**Dataset records:**
"""Independent numpy computation of Wall Traction's per-face forces and Load
Integration's totals, for the fuzz driver's clean cases.

Written from the conventions in README.md (not from the C++): Newell area
vector a = 1/2 sum x_i x x_{i+1} (Sutherland, Sproull & Schumacker 1974),
area centroid of the fan from the first corner weighted by the fan triangles'
areas projected on the unit normal, t = -(p - p_ref) n + tau n with
tau = mu_eff (G + G^T) - 2/3 mu_eff tr(G) I (Batchelor 1967, §3.3), the wall
shear stress the tangential part of tau n, f = t A, F = sum f,
M = sum (c - r0) x f. Sums with math.fsum (exactly rounded).
"""
import math

import numpy as np
from vtkmodules.util.numpy_support import vtk_to_numpy

DUPLICATE, HIDDEN = 1, 32


def faces_of(ds):
    """Corner id lists of the 2-D cells (clean cases hold triangles, quads, polygons)."""
    out = []
    for c in range(ds.GetNumberOfCells()):
        ids = ds.GetCell(c).GetPointIds()
        out.append([ids.GetId(k) for k in range(ids.GetNumberOfIds())])
    return out


def geometry(points, face):
    v = points[face]
    d = v - v[0]
    a = 0.5 * np.cross(d, np.roll(d, -1, axis=0)).sum(axis=0)
    area = np.linalg.norm(a)
    nhat = a / area
    w, cw = 0.0, np.zeros(3)
    for j in range(1, len(face) - 1):
        wt = np.dot(np.cross(v[j] - v[0], v[j + 1] - v[0]), nhat)
        w += wt
        cw += wt * (v[0] + v[j] + v[j + 1]) / 3.0
    return area, nhat, cw / w


def face_value(ds, selection, face, cell, comps):
    """The value of a face from a selection (association, name) as the
    filters take it: 0 points (the mean over its corners), 1 cells."""
    association, name = selection
    on_points = association == 0
    attrs = ds.GetPointData() if on_points else ds.GetCellData()
    arr = vtk_to_numpy(attrs.GetArray(name)).astype(np.float64).reshape(-1, comps)
    return arr[face].mean(axis=0) if on_points else arr[cell]


def wall_traction(ds, s):
    """Per-face (area, pressure force, viscous force, centroid, counted) under settings s."""
    points = vtk_to_numpy(ds.GetPoints().GetData()).astype(np.float64)
    ghosts = ds.GetCellData().GetArray("vtkGhostType")
    ghosts = vtk_to_numpy(ghosts) if ghosts is not None else np.zeros(ds.GetNumberOfCells(), np.uint8)
    rows = []
    for c, face in enumerate(faces_of(ds)):
        area, nhat, centroid = geometry(points, face)
        n = nhat if s["Orientation"] == 1 else -nhat
        rho = s["Density"]
        if s.get("DensityArray"):
            rho = face_value(ds, s["DensityArray"], face, c, 1)[0]
        p = 0.0
        if s.get("Pressure"):
            p = face_value(ds, s["Pressure"], face, c, 1)[0]
            p = (rho * p if s["PressureKind"] == 1 else p) - s["ReferencePressure"]
        visc = np.zeros(3)
        if s["ShearSource"] == 1:
            visc = face_value(ds, s["ShearStressArray"], face, c, 3)
            visc = visc * (rho if s["ShearStressKind"] == 1 else 1.0)
        elif s["ShearSource"] == 2:
            G = face_value(ds, s["VelocityGradient"], face, c, 9).reshape(3, 3)
            mu = s["Viscosity"]
            if s.get("ViscosityArray"):
                mu = face_value(ds, s["ViscosityArray"], face, c, 1)[0]
            if s.get("TurbulentViscosityArray"):
                mu = mu + face_value(ds, s["TurbulentViscosityArray"],
                                     face, c, 1)[0]
            mu_eff = rho * mu if s["ViscosityKind"] == 1 else mu
            tau = mu_eff * (G + G.T) - 2.0 / 3.0 * mu_eff * np.trace(G) * np.eye(3)
            visc = tau @ n
        vn = np.dot(visc, n)
        shear = visc - vn * n
        viscous = shear + (vn * n if s["IncludeNormalViscousStress"] else 0.0)
        counted = (int(ghosts[c]) & (DUPLICATE | HIDDEN)) == 0
        rows.append((area, -p * n * area, viscous * area, centroid, counted))
    return rows


def totals(rows, r0):
    """Area, force and moment over the counted faces, exactly rounded sums."""
    fsum = lambda xs: math.fsum(xs)  # noqa: E731
    counted = [r for r in rows if r[4]]
    area = fsum(r[0] for r in counted)
    force = np.array([fsum(r[1][k] + r[2][k] for r in counted) for k in range(3)])
    moments = [np.cross(r[3] - r0, r[1]) + np.cross(r[3] - r0, r[2]) for r in counted]
    moment = np.array([fsum(m[k] for m in moments) for k in range(3)])
    scale = fsum(np.linalg.norm(r[1] + r[2]) for r in counted)
    mscale = fsum(np.linalg.norm(r[3] - r0) * np.linalg.norm(r[1] + r[2]) for r in counted)
    return area, force, moment, scale, mscale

**Work instruction:**
From the first line of the data above through the line containing "cw += wt * (v[0]", repeat each line exactly, and add nothing.

**Solution to the problem:**
"""Independent numpy computation of Wall Traction's per-face forces and Load
Integration's totals, for the fuzz driver's clean cases.

Written from the conventions in README.md (not from the C++): Newell area
vector a = 1/2 sum x_i x x_{i+1} (Sutherland, Sproull & Schumacker 1974),
area centroid of the fan from the first corner weighted by the fan triangles'
areas projected on the unit normal, t = -(p - p_ref) n + tau n with
tau = mu_eff (G + G^T) - 2/3 mu_eff tr(G) I (Batchelor 1967, §3.3), the wall
shear stress the tangential part of tau n, f = t A, F = sum f,
M = sum (c - r0) x f. Sums with math.fsum (exactly rounded).
"""
import math

import numpy as np
from vtkmodules.util.numpy_support import vtk_to_numpy

DUPLICATE, HIDDEN = 1, 32


def faces_of(ds):
    """Corner id lists of the 2-D cells (clean cases hold triangles, quads, polygons)."""
    out = []
    for c in range(ds.GetNumberOfCells()):
        ids = ds.GetCell(c).GetPointIds()
        out.append([ids.GetId(k) for k in range(ids.GetNumberOfIds())])
    return out


def geometry(points, face):
    v = points[face]
    d = v - v[0]
    a = 0.5 * np.cross(d, np.roll(d, -1, axis=0)).sum(axis=0)
    area = np.linalg.norm(a)
    nhat = a / area
    w, cw = 0.0, np.zeros(3)
    for j in range(1, len(face) - 1):
        wt = np.dot(np.cross(v[j] - v[0], v[j + 1] - v[0]), nhat)
        w += wt
        cw += wt * (v[0] + v[j] + v[j + 1]) / 3.0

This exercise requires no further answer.